About this task: Without skipping anything, write out each record below exactly.

Dataset entries:

┄┄┄┄┄┄

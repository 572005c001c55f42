"""Spatial average over a standing body: the scheme's points and their mean.

The scheme (fields/spatial_average.py): the composite midpoint rule, 20 points at the
centres of 20 equal segments of the vertical line; the number of points is our choice
(common practice, no source).
"""

from __future__ import annotations

import numpy as np
import pytest

from keepclear.fields import spatial_average as sa
from keepclear.fields.field import evaluate
from keepclear.fields.scenario import load_scenario

from .conftest import SCENARIOS


def test_points_are_twenty_midpoints_ten_centimetres_apart():
    pts = sa.line_points_m(np.array([1.0, -2.0, 1.7]), (0.0, 2.0))
    assert pts.shape == (20, 3)
    np.testing.assert_allclose(pts[:, 2], [0.05 + 0.1 * i for i in range(20)], atol=1e-12)
    assert np.all(pts[:, 0] == 1.0) and np.all(pts[:, 1] == -2.0)


def test_average_equals_the_mean_of_the_points_computed_independently():
    scenario = load_scenario(SCENARIOS / "plasma-bench.toml")
    place = np.array([1.5, 0.3, 1.7])
    own = np.array([[1.5, 0.3, 0.05 + 0.1 * i] for i in range(20)])  # built by hand
    expected = float(np.mean(evaluate(scenario, own).power_density_w_m2))
    values = evaluate(scenario, sa.line_points_m(place, (0.0, 2.0))).power_density_w_m2
    assert sa.spatial_average(values) == pytest.approx(expected, rel=1e-12)


def test_closed_form_for_an_isotropic_source_on_its_axis_line():
    # S(z) = P / (4 pi (d^2 + (z - h)^2)) for a point source at height h, distance d:
    # the midpoint rule over 20 points against the exact integral mean
    # (1 / (z1 - z0)) * P/(4 pi d) [atan((z1-h)/d) - atan((z0-h)/d)].
    from keepclear.antennas.isotropic import IsotropicSource

    p, d, h = 100.0, 2.0, 1.0
    z = sa.line_points_m(np.array([d, 0.0, 0.0]), (0.0, 2.0))[:, 2]
    s = p / (4 * np.pi * (d**2 + (z - h) ** 2))
    exact = p / (4 * np.pi * d) * (np.arctan(1.0 / d) - np.arctan(-1.0 / d)) / 2.0
    assert sa.spatial_average(s) == pytest.approx(exact, rel=1e-3)
    assert IsotropicSource  # the model this closed form describes


def test_which_limits_meet_the_average():
    assert sa.compared_with_average("icnirp-2020/general-public")
    assert sa.compared_with_average("fcc-1.1310/occupational")
    assert not sa.compared_with_average("icnirp-2020/occupational-local")
    assert not sa.compared_with_average("fda-1030.10/in-service")
    assert not sa.compared_with_average("iec-61000-4-3/level-2")
    assert not sa.compared_with_average("custom/router")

┄┄┄┄┄┄

Exercise result:
repository 572005c001c55f42
"""Spatial average over a standing body: the scheme's points and their mean.

The scheme (fields/spatial_average.py): the composite midpoint rule, 20 points at the
centres of 20 equal segments of the vertical line; the number of points is our choice
(common practice, no source).
"""

from __future__ import annotations

import numpy as np
import pytest

from keepclear.fields import spatial_average as sa
from keepclear.fields.field import evaluate
from keepclear.fields.scenario import load_scenario

from .conftest import SCENARIOS


def test_points_are_twenty_midpoints_ten_centimetres_apart():
    pts = sa.line_points_m(np.array([1.0, -2.0, 1.7]), (0.0, 2.0))
    assert pts.shape == (20, 3)
    np.testing.assert_allclose(pts[:, 2], [0.05 + 0.1 * i for i in range(20)], atol=1e-12)
    assert np.all(pts[:, 0] == 1.0) and np.all(pts[:, 1] == -2.0)


def test_average_equals_the_mean_of_the_points_computed_independently():
    scenario = load_scenario(SCENARIOS / "plasma-bench.toml")
    place = np.array([1.5, 0.3, 1.7])
    own = np.array([[1.5, 0.3, 0.05 + 0.1 * i] for i in range(20)])  # built by hand
    expected = float(np.mean(evaluate(scenario, own).power_density_w_m2))
    values = evaluate(scenario, sa.line_points_m(place, (0.0, 2.0))).power_density_w_m2
    assert sa.spatial_average(values) == pytest.approx(expected, rel=1e-12)


def test_closed_form_for_an_isotropic_source_on_its_axis_line():
    # S(z) = P / (4 pi (d^2 + (z - h)^2)) for a point source at height h, distance d:
    # the midpoint rule over 20 points against the exact integral mean
    # (1 / (z1 - z0)) * P/(4 pi d) [atan((z1-h)/d) - atan((z0-h)/d)].
    from keepclear.antennas.isotropic import IsotropicSource

    p, d, h = 100.0, 2.0, 1.0
    z = sa.line_points_m(np.array([d, 0.0, 0.0]), (0.0, 2.0))[:, 2]
    s = p / (4 * np.pi * (d**2 + (z - h) ** 2))
    exact = p / (4 * np.pi * d) * (np.arctan(1.0 / d) - np.arctan(-1.0 / d)) / 2.0
    assert sa.spatial_average(s) == pytest.approx(exact, rel=1e-3)
    assert IsotropicSource  # the model this closed form describes


def test_which_limits_meet_the_average():
    assert sa.compared_with_average("icnirp-2020/general-public")
    assert sa.compared_with_average("fcc-1.1310/occupational")
    assert not sa.compared_with_average("icnirp-2020/occupational-local")
    assert not sa.compared_with_average("fda-1030.10/in-service")
    assert not sa.compared_with_average("iec-61000-4-3/level-2")
    assert not sa.compared_with_average("custom/router")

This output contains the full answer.